Newspapers Weigh In on Bush’s Nominees for Surgeon General, Director of NIH
Newspapers across the country are offering their opinions on President Bush's nominations of Dr. Richard Carmona for surgeon general and Dr. Elias Zerhouni for NIH director. The following encapsulates some of the opinions:
Austin American-Statesman: Zerhouni and Carmona are "two extraordinary men [picked] to serve in the nation's top medical posts at an extraordinary time." According to the American-Statesman, Carmona "sounds like someone dreamed up by Marvel Comics": a "colorful figure, perhaps fitting for [the] out-front office" of surgeon general. The paper calls the nomination of Zerhouni, an Algerian-born Muslim, "interesting, and ... American." The editorial concludes, "[O]n first blush, both men seem eminently qualified for their medical posts, and their personal stories show the wisdom in not mindlessly closing the nation's high posts to those with unconventional backgrounds" (Austin American-Statesman, 3/28).
Los Angeles Times: Carmona and Zerhouni "seem straight out of Central Casting" and "appear to be appealing, brave, up-from-nowhere nominees." The editorial expresses concern about whether Carmona "has the temperament to focus on public health, for instance as [former Surgeon General] Dr. C. Everett Koop did on tobacco." The Times adds, "Concerns raised about where Zerhouni stands on cloning and stem cell research are to the point," stating that while he has said that cloning and stem cell research should be "as unimpeded as possible," the White House has said that Zerhouni would "support constraints [on the procedure] favored by the far right." The editorial concludes that the confirmation hearings should be held as soon as possible in order to give the nominees a chance to "speak for themselves," because "the [full] pictures of their lives need to be filled in"(Los Angeles Times, 3/28).
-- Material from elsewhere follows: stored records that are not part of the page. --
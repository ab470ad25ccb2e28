"""Keyboard use and screen readers: the Tab chain through every panel, arrow keys inside tables, tiles and
cautions, accessible names, and visible input borders in the high-contrast theme.

The expectations are the platform conventions for keyboard access (WCAG 2.2 success criteria 2.1.1 Keyboard,
2.1.2 No Keyboard Trap, 2.4.3 Focus Order, 4.1.2 Name, Role, Value) read through Qt's own accessibility
interface (QAccessible), which is what a screen reader is given.
"""

from __future__ import annotations

import pytest

from ventset import storage

pytest.importorskip("PySide6")
from PySide6.QtCore import Qt  # noqa: E402
from PySide6.QtGui import QAccessible, QImage  # noqa: E402
from PySide6.QtWidgets import (  # noqa: E402
    QAbstractButton,
    QAbstractItemView,
    QApplication,
    QComboBox,
    QLineEdit,
    QTableWidget,
    QWidget,
)

from tests.gui.conftest import settle  # noqa: E402


@pytest.fixture
def full_window(qtbot, tmp_path, monkeypatch):
    """The window as ``ventset`` opens it: every panel installed, at 1366 × 768."""
    monkeypatch.setenv(storage.DATA_DIR_ENV, str(tmp_path / "data"))
    from ventset.gui import case_ui
    from ventset.gui.settings import open_settings
    from ventset.gui.window import EXTENSIONS, MainWindow, install_extensions

    original = case_ui.install

    def quiet_install(window, **kw):  # no recovery offer, and closing discards without asking
        manager = original(window, offer_recovery=False)
        manager.ask_save_discard_cancel = lambda: "discard"
        manager.warn = manager.inform = lambda *a: None
        return manager

    monkeypatch.setattr(case_ui, "install", quiet_install)
    w = MainWindow(open_settings())
    qtbot.addWidget(w)
    assert len(install_extensions(w)) == len(EXTENSIONS)
    w.resize(1366, 768)
    w.show()
    qtbot.waitExposed(w)
    settle(w)
    return w


def _focus() -> object:
    return QApplication.focusWidget()


def _walk(qtbot, start, key=Qt.Key.Key_Tab, limit=400) -> list:
    """Press ``key`` from ``start`` until the keyboard is back at ``start``; the widgets passed, in order."""
    start.setFocus(Qt.FocusReason.OtherFocusReason)
    QApplication.processEvents()
    assert _focus() is start
    seen = []
    for _ in range(limit):
        w = _focus()
        seen.append(w)
        qtbot.keyClick(w, key)
        if _focus() is start:
            return seen
    raise AssertionError(f"Tab never came back to the first field: stuck at {seen[-5:]}")


def _in(panel, w) -> bool:
    return w is panel or panel.isAncestorOf(w)


def _region(window, w) -> int:
    for i, panel in enumerate((window.form_scroll, window.settings_panel, window.tabs, window.cautions)):
        if _in(panel, w):
            return i
    return -1


def test_tab_reaches_every_panel_in_reading_order_and_leaves_the_table(qtbot, full_window):
    w = full_window
    table = w.form.parts_editor.table
    assert table.rowCount() >= 2  # the demo patient has parts: a trap would cycle through its cells
    seen = _walk(qtbot, w.form.name_edit)
    assert len(seen) == len(set(map(id, seen))), "a widget was visited twice in one round"
    assert seen.count(table) == 1
    regions = [_region(w, x) for x in seen]
    assert -1 not in regions, [x for x in seen if _region(w, x) == -1]
    assert regions == sorted(regions), "Tab order jumps back and forth between the panels"
    assert set(regions) == {0, 1, 2, 3}  # inputs, settings, detail tabs and the cautions are all reached
    cautions = [x for x in seen if _in(w.cautions, x)]
    assert cautions and cautions[0] in w.cautions.rows
    assert len(cautions) == 1 and len([x for x in seen if _in(w.settings_panel, x)]) == 1  # one stop each
    for edit in (r.edit for r in w.form.rows.values() if r.edit.isVisibleTo(w) and r.edit.isEnabled()):
        assert edit in seen


def test_shift_tab_goes_back_the_same_way(qtbot, full_window):
    w = full_window
    forward = _walk(qtbot, w.form.name_edit)
    backward = _walk(qtbot, w.form.name_edit, Qt.Key.Key_Backtab)
    assert [forward[0], *reversed(forward[1:])] == backward


def test_the_record_tab_is_walked_before_the_cautions(qtbot, full_window):
    w = full_window
    record = w._panels["Anaesthetic record"]
    w.tabs.setCurrentWidget(record)
    record = record.panel()  # built when its tab is first shown (ondemand.py)
    settle(w)
    seen = _walk(qtbot, w.form.name_edit)
    assert record.table in seen and seen.count(record.table) == 1
    at = {x: i for i, x in enumerate(seen)}
    first_caution = min(i for x, i in at.items() if _in(w.cautions, x))
    assert max(at[e] for e in record.edits.values()) < first_caution
    assert at[record.edits["time"]] < at[record.edits["etco2"]] < at[record.record_button]


def test_arrow_keys_move_inside_the_table_tiles_and_cautions(qtbot, full_window):
    w = full_window
    table = w.form.parts_editor.table
    table.setFocus()
    table.setCurrentCell(0, 1)
    qtbot.keyClick(table, Qt.Key.Key_Down)
    assert table.currentRow() == 1 and _focus() is table
    tiles = [t for t in w.settings_panel.tiles.values() if t.isVisible()]  # machine tiles hide with no machine
    w.settings_panel.setFocus(Qt.FocusReason.TabFocusReason)
    assert _focus() is tiles[0]
    qtbot.keyClick(_focus(), Qt.Key.Key_Right)
    assert _focus() is tiles[1]
    qtbot.keyClick(_focus(), Qt.Key.Key_End)
    assert _focus() is tiles[-1]
    rows = [r for r in w.cautions.rows if r.isVisible()]
    assert len(rows) >= 2
    w.cautions.scroll.setFocus(Qt.FocusReason.TabFocusReason)
    assert _focus() is rows[0]
    qtbot.keyClick(_focus(), Qt.Key.Key_Down)
    assert _focus() is rows[1]
    ring = rows[1].findChild(type(rows[1].property("focus_ring")), "focus-ring")
    assert ring is not None and ring.isVisible()
    qtbot.keyClick(_focus(), Qt.Key.Key_Tab)
    assert not _in(w.cautions, _focus())


def test_tab_while_editing_a_cell_commits_it_and_leaves_the_table(qtbot, full_window):
    w = full_window
    table: QTableWidget = w.form.parts_editor.table
    before = w.controller.request.circuit.parts[0].volume_ml
    table.setFocus()
    table.setCurrentCell(0, 1)
    table.editItem(table.item(0, 1))
    editor = _focus()
    assert isinstance(editor, QLineEdit) and table.isAncestorOf(editor)
    editor.selectAll()
    qtbot.keyClicks(editor, "3.5")
    qtbot.keyClick(editor, Qt.Key.Key_Tab)
    settle(w)
    assert not _in(table, _focus())
    assert w.controller.request.circuit.parts[0].volume_ml == 3.5 != before


def test_f6_jumps_between_the_panels(qtbot, full_window):
    w = full_window
    w.form.rows["mass"].edit.setFocus()
    order = []
    for _ in range(4):
        w.act_next_panel.trigger()
        order.append(_region(w, _focus()))
    assert order == [1, 2, 3, 0]
    w.act_previous_panel.trigger()
    assert _region(w, _focus()) == 3


def _name(widget) -> str:
    iface = QAccessible.queryAccessibleInterface(widget)
    return iface.text(QAccessible.Text.Name) if iface is not None else ""


def _description(widget) -> str:
    iface = QAccessible.queryAccessibleInterface(widget)
    return iface.text(QAccessible.Text.Description) if iface is not None else ""


def test_every_input_tile_and_the_cautions_list_have_a_name_and_a_plain_description(qtbot, full_window):
    w = full_window
    kinds = (QLineEdit, QComboBox, QAbstractButton, QAbstractItemView)
    widgets = [x for k in kinds for x in w.findChildren(k)
               if x.window() is w and x.focusPolicy() != Qt.FocusPolicy.NoFocus]
    widgets = [x for x in widgets if not isinstance(x, QLineEdit) or not isinstance(x.parent(), QComboBox)]
    widgets += list(w.settings_panel.tiles.values()) + [w.cautions.scroll]
    assert len(widgets) > 80
    missing = []
    for x in widgets:
        name, description = _name(x), _description(x)
        # A combo box without a name is announced by its current entry ("Species default (volume)").
        explicit = x.accessibleName() if isinstance(x, QComboBox) else name
        if not explicit.strip() or not description.strip() or "<" in description:
            missing.append((type(x).__name__, x.objectName(), name, description[:40]))
    assert not missing, missing
    assert w.form.mode_combo.accessibleName() == "Ventilation mode" and _name(w.cautions.scroll) == "Cautions list"
    n_danger = sum(1 for c in w.controller.plan.cautions if c.severity == "danger")
    assert f"{n_danger} danger" in _description(w.cautions.scroll)
    assert w.controller.plan.cautions[0].code in _description(w.cautions.rows[0])
    tile = w.settings_panel.tiles["rate"]
    assert _name(tile) == "Rate" and tile.value.text() in _description(tile)


def _edge_lightness(widget) -> tuple[int, int]:
    """Lightness of the widget's left border (middle row) and of its inside, from a grab."""
    img: QImage = widget.grab().toImage()
    y = img.height() // 2
    edge = max(img.pixelColor(x, y).lightness() for x in range(0, 3))
    inside = img.pixelColor(img.width() // 2, img.height() - 4).lightness()
    return edge, inside


def test_high_contrast_gives_every_input_a_visible_border(qtbot, full_window):
    w = full_window
    record = w._panels["Anaesthetic record"]
    w.tabs.setCurrentWidget(record)
    record = record.panel()  # built when its tab is first shown (ondemand.py)
    w.set_theme("contrast")
    settle(w)
    style = w.styleSheet()
    w.setStyleSheet("")  # the palette alone (as before): the record's boxes have no border to see
    settle(w)
    bare_edge, _ = _edge_lightness(record.edits["etco2"])
    w.setStyleSheet(style)
    settle(w)
    assert bare_edge < 100
    for widget in (record.edits["etco2"], record.prefer, w.form.rows["mass"].edit, w.form.mode_combo,
                   w.form.parts_editor.own_volume):
        edge, inside = _edge_lightness(widget)
        assert edge > 200 and inside < 60, (widget.objectName() or widget.accessibleName(), edge, inside)


def test_the_programs_window_is_named_and_ordered_as_one_given_its_panels_afterwards(qtbot, tmp_path, monkeypatch):
    """MainWindow(extensions=True), the program's window, names its inputs and threads the Tab order once; the
    result must be what the two passes give (the window made first, its panels added after)."""
    monkeypatch.setenv(storage.DATA_DIR_ENV, str(tmp_path / "data"))
    from ventset.gui import case_ui
    from ventset.gui.settings import open_settings
    from ventset.gui.window import MainWindow, install_extensions

    original = case_ui.install
    monkeypatch.setattr(case_ui, "install", lambda window, **kw: original(window, offer_recovery=False))

    def state(w):
        widgets = [c for c in w.findChildren(QWidget) if c.isWidgetType()]
        named = [(type(c).__name__, c.objectName(), c.accessibleName(), c.accessibleDescription(),
                  c.focusPolicy()) for c in widgets]
        chain, c = [], w.form.rows["mass"].edit
        for _ in range(60):
            chain.append((type(c).__name__, c.objectName(), c.accessibleName()))
            c = c.nextInFocusChain()
        return named, chain

    two = MainWindow(open_settings())
    qtbot.addWidget(two)
    install_extensions(two)
    one = MainWindow(open_settings(), extensions=True)
    qtbot.addWidget(one)
    assert state(one) == state(two)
New York Times: Zerhouni's colleagues have lauded his "sharp, analytical mind, his ability to build consensus and his managerial skills," the Times writes, adding, "These may be just the right attributes for [the NIH] ... whose management ranks have grown thinner in the absence of a director for more than two years." Carmona is "without doubt the most swashbuckling nominee in memory," with a resume including trauma surgery, law enforcement and "battlefield heroics." The editorial concludes, "Given that Bush wants the nation's top doctor heavily engaged in the fight against bioterrorism and in efforts to promote healthy living, Carmona's unusual background may be right for the times" (New York Times, 3/28).